* _To do_
Your answer should be the lines below from the one holding "warming level, with" through the one holding "let unit = self.units.degree_day_factor();", copied exactly and with nothing else.

* _Supplied records_
====================

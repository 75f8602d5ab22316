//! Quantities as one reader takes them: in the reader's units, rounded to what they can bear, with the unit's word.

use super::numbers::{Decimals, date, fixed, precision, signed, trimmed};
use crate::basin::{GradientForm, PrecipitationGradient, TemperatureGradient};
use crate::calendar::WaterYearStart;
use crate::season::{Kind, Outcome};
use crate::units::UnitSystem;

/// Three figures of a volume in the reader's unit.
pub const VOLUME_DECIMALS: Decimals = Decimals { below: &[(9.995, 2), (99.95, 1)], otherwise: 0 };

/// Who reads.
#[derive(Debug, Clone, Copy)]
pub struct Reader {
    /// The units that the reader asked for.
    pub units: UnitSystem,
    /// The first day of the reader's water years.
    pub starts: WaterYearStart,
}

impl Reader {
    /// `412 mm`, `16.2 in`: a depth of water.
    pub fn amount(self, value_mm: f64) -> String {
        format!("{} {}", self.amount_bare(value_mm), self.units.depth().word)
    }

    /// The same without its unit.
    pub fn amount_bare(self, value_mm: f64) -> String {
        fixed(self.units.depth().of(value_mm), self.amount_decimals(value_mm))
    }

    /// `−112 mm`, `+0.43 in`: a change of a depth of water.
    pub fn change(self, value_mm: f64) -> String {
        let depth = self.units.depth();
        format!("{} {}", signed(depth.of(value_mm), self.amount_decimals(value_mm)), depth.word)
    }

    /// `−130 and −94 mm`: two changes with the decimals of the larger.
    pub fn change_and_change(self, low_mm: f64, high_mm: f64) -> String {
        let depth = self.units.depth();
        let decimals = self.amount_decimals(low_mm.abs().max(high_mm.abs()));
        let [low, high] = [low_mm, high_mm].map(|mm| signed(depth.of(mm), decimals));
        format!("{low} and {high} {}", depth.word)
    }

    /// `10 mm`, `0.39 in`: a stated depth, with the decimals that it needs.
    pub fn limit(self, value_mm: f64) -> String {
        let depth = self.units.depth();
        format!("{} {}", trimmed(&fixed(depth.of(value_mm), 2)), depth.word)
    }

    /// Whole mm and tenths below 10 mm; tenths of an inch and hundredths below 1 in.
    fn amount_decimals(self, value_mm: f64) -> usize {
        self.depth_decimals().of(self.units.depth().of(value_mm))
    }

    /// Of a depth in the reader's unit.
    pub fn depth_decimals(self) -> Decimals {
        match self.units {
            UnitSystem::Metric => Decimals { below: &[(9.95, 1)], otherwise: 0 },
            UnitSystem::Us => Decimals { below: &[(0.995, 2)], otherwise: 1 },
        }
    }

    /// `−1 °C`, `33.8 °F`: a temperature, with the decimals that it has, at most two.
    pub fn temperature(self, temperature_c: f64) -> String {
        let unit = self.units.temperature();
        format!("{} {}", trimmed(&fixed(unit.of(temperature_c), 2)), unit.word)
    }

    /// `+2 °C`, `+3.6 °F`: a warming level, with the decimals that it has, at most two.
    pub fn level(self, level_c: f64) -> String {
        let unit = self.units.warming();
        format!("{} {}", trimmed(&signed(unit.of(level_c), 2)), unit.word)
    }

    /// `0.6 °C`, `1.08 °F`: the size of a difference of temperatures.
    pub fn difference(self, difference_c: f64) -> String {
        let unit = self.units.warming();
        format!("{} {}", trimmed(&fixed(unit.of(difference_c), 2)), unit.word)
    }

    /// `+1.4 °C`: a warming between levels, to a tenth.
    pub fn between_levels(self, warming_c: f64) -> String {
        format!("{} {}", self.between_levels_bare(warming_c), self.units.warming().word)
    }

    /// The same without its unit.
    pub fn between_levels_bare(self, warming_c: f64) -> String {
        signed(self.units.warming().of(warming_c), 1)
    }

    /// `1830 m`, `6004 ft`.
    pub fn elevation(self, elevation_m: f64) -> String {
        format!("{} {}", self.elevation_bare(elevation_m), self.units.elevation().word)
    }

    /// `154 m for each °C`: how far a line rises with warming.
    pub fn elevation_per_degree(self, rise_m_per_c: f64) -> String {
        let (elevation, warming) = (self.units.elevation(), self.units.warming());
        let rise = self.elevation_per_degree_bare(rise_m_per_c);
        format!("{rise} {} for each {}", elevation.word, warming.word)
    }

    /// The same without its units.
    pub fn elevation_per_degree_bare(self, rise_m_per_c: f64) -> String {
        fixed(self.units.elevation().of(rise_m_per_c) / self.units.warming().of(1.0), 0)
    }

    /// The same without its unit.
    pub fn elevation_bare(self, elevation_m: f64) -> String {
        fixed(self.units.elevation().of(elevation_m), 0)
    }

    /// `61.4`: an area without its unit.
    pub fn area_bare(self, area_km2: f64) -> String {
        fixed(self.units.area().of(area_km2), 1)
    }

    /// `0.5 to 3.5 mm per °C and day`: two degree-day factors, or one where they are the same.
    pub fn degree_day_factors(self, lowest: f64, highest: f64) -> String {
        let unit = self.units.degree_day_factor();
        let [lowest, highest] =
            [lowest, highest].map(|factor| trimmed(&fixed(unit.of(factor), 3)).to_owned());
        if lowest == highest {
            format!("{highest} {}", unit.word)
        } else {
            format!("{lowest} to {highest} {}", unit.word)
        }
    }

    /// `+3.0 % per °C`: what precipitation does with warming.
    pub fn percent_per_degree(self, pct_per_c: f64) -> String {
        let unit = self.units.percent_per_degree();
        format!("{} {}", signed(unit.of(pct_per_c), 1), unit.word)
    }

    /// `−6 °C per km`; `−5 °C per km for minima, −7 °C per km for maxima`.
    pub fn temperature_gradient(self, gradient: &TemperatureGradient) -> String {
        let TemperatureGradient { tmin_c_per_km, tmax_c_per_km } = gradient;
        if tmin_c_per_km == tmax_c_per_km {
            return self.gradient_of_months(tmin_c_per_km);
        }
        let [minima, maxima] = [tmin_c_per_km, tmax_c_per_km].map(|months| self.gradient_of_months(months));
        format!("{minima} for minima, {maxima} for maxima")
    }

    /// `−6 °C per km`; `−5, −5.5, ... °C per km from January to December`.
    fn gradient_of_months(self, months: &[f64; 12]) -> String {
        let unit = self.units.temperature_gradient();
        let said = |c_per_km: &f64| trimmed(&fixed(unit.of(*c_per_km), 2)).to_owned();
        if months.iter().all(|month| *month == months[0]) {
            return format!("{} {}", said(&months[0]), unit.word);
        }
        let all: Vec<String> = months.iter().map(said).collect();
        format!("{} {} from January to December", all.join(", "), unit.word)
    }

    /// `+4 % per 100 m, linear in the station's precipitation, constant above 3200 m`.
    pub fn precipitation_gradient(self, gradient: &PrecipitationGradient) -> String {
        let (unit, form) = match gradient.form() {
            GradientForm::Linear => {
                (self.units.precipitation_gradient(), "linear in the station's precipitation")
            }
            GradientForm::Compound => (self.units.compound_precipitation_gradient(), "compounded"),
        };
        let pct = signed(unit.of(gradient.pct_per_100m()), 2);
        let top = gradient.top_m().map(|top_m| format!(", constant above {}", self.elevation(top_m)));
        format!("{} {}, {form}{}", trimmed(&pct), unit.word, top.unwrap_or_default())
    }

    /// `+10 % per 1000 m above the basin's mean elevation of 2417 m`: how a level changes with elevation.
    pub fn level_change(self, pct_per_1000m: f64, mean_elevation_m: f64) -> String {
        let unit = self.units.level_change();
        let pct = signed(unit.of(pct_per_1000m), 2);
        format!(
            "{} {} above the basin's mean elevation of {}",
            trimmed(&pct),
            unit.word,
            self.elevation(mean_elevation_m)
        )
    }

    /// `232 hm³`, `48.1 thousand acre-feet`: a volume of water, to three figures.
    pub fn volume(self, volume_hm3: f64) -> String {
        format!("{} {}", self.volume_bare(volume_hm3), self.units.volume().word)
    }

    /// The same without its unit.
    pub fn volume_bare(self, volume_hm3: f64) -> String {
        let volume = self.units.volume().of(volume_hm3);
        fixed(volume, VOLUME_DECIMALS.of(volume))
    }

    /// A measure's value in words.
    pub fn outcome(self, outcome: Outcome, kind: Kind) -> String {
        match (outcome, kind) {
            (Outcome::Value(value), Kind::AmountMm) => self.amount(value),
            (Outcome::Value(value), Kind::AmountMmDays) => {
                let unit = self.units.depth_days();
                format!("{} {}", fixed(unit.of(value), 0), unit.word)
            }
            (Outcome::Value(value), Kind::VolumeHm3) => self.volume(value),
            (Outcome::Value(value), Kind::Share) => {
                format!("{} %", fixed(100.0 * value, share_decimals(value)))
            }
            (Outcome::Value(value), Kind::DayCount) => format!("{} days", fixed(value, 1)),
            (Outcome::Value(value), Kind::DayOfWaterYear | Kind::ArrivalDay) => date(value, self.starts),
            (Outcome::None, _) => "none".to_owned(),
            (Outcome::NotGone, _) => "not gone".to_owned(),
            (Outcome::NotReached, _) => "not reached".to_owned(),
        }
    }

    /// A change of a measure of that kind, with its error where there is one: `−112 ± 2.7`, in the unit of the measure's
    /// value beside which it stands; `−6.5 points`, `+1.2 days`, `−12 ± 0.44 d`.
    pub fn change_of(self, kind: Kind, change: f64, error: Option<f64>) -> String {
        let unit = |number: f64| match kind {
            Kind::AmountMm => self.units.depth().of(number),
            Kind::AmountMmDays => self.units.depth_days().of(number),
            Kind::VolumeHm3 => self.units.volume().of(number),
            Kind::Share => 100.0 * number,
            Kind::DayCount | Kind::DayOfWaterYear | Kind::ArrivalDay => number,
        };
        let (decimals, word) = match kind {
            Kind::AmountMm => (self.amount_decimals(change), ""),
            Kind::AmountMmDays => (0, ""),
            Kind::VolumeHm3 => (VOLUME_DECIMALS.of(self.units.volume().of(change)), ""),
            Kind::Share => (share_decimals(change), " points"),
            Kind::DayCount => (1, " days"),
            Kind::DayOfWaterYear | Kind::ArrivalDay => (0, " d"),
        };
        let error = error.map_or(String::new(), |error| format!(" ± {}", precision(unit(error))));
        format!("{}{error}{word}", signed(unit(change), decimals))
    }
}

====================

* _Response_
    /// `+2 °C`, `+3.6 °F`: a warming level, with the decimals that it has, at most two.
    pub fn level(self, level_c: f64) -> String {
        let unit = self.units.warming();
        format!("{} {}", trimmed(&signed(unit.of(level_c), 2)), unit.word)
    }

    /// `0.6 °C`, `1.08 °F`: the size of a difference of temperatures.
    pub fn difference(self, difference_c: f64) -> String {
        let unit = self.units.warming();
        format!("{} {}", trimmed(&fixed(unit.of(difference_c), 2)), unit.word)
    }

    /// `+1.4 °C`: a warming between levels, to a tenth.
    pub fn between_levels(self, warming_c: f64) -> String {
        format!("{} {}", self.between_levels_bare(warming_c), self.units.warming().word)
    }

    /// The same without its unit.
    pub fn between_levels_bare(self, warming_c: f64) -> String {
        signed(self.units.warming().of(warming_c), 1)
    }

    /// `1830 m`, `6004 ft`.
    pub fn elevation(self, elevation_m: f64) -> String {
        format!("{} {}", self.elevation_bare(elevation_m), self.units.elevation().word)
    }

    /// `154 m for each °C`: how far a line rises with warming.
    pub fn elevation_per_degree(self, rise_m_per_c: f64) -> String {
        let (elevation, warming) = (self.units.elevation(), self.units.warming());
        let rise = self.elevation_per_degree_bare(rise_m_per_c);
        format!("{rise} {} for each {}", elevation.word, warming.word)
    }

    /// The same without its units.
    pub fn elevation_per_degree_bare(self, rise_m_per_c: f64) -> String {
        fixed(self.units.elevation().of(rise_m_per_c) / self.units.warming().of(1.0), 0)
    }

    /// The same without its unit.
    pub fn elevation_bare(self, elevation_m: f64) -> String {
        fixed(self.units.elevation().of(elevation_m), 0)
    }

    /// `61.4`: an area without its unit.
    pub fn area_bare(self, area_km2: f64) -> String {
        fixed(self.units.area().of(area_km2), 1)
    }

    /// `0.5 to 3.5 mm per °C and day`: two degree-day factors, or one where they are the same.
    pub fn degree_day_factors(self, lowest: f64, highest: f64) -> String {
        let unit = self.units.degree_day_factor();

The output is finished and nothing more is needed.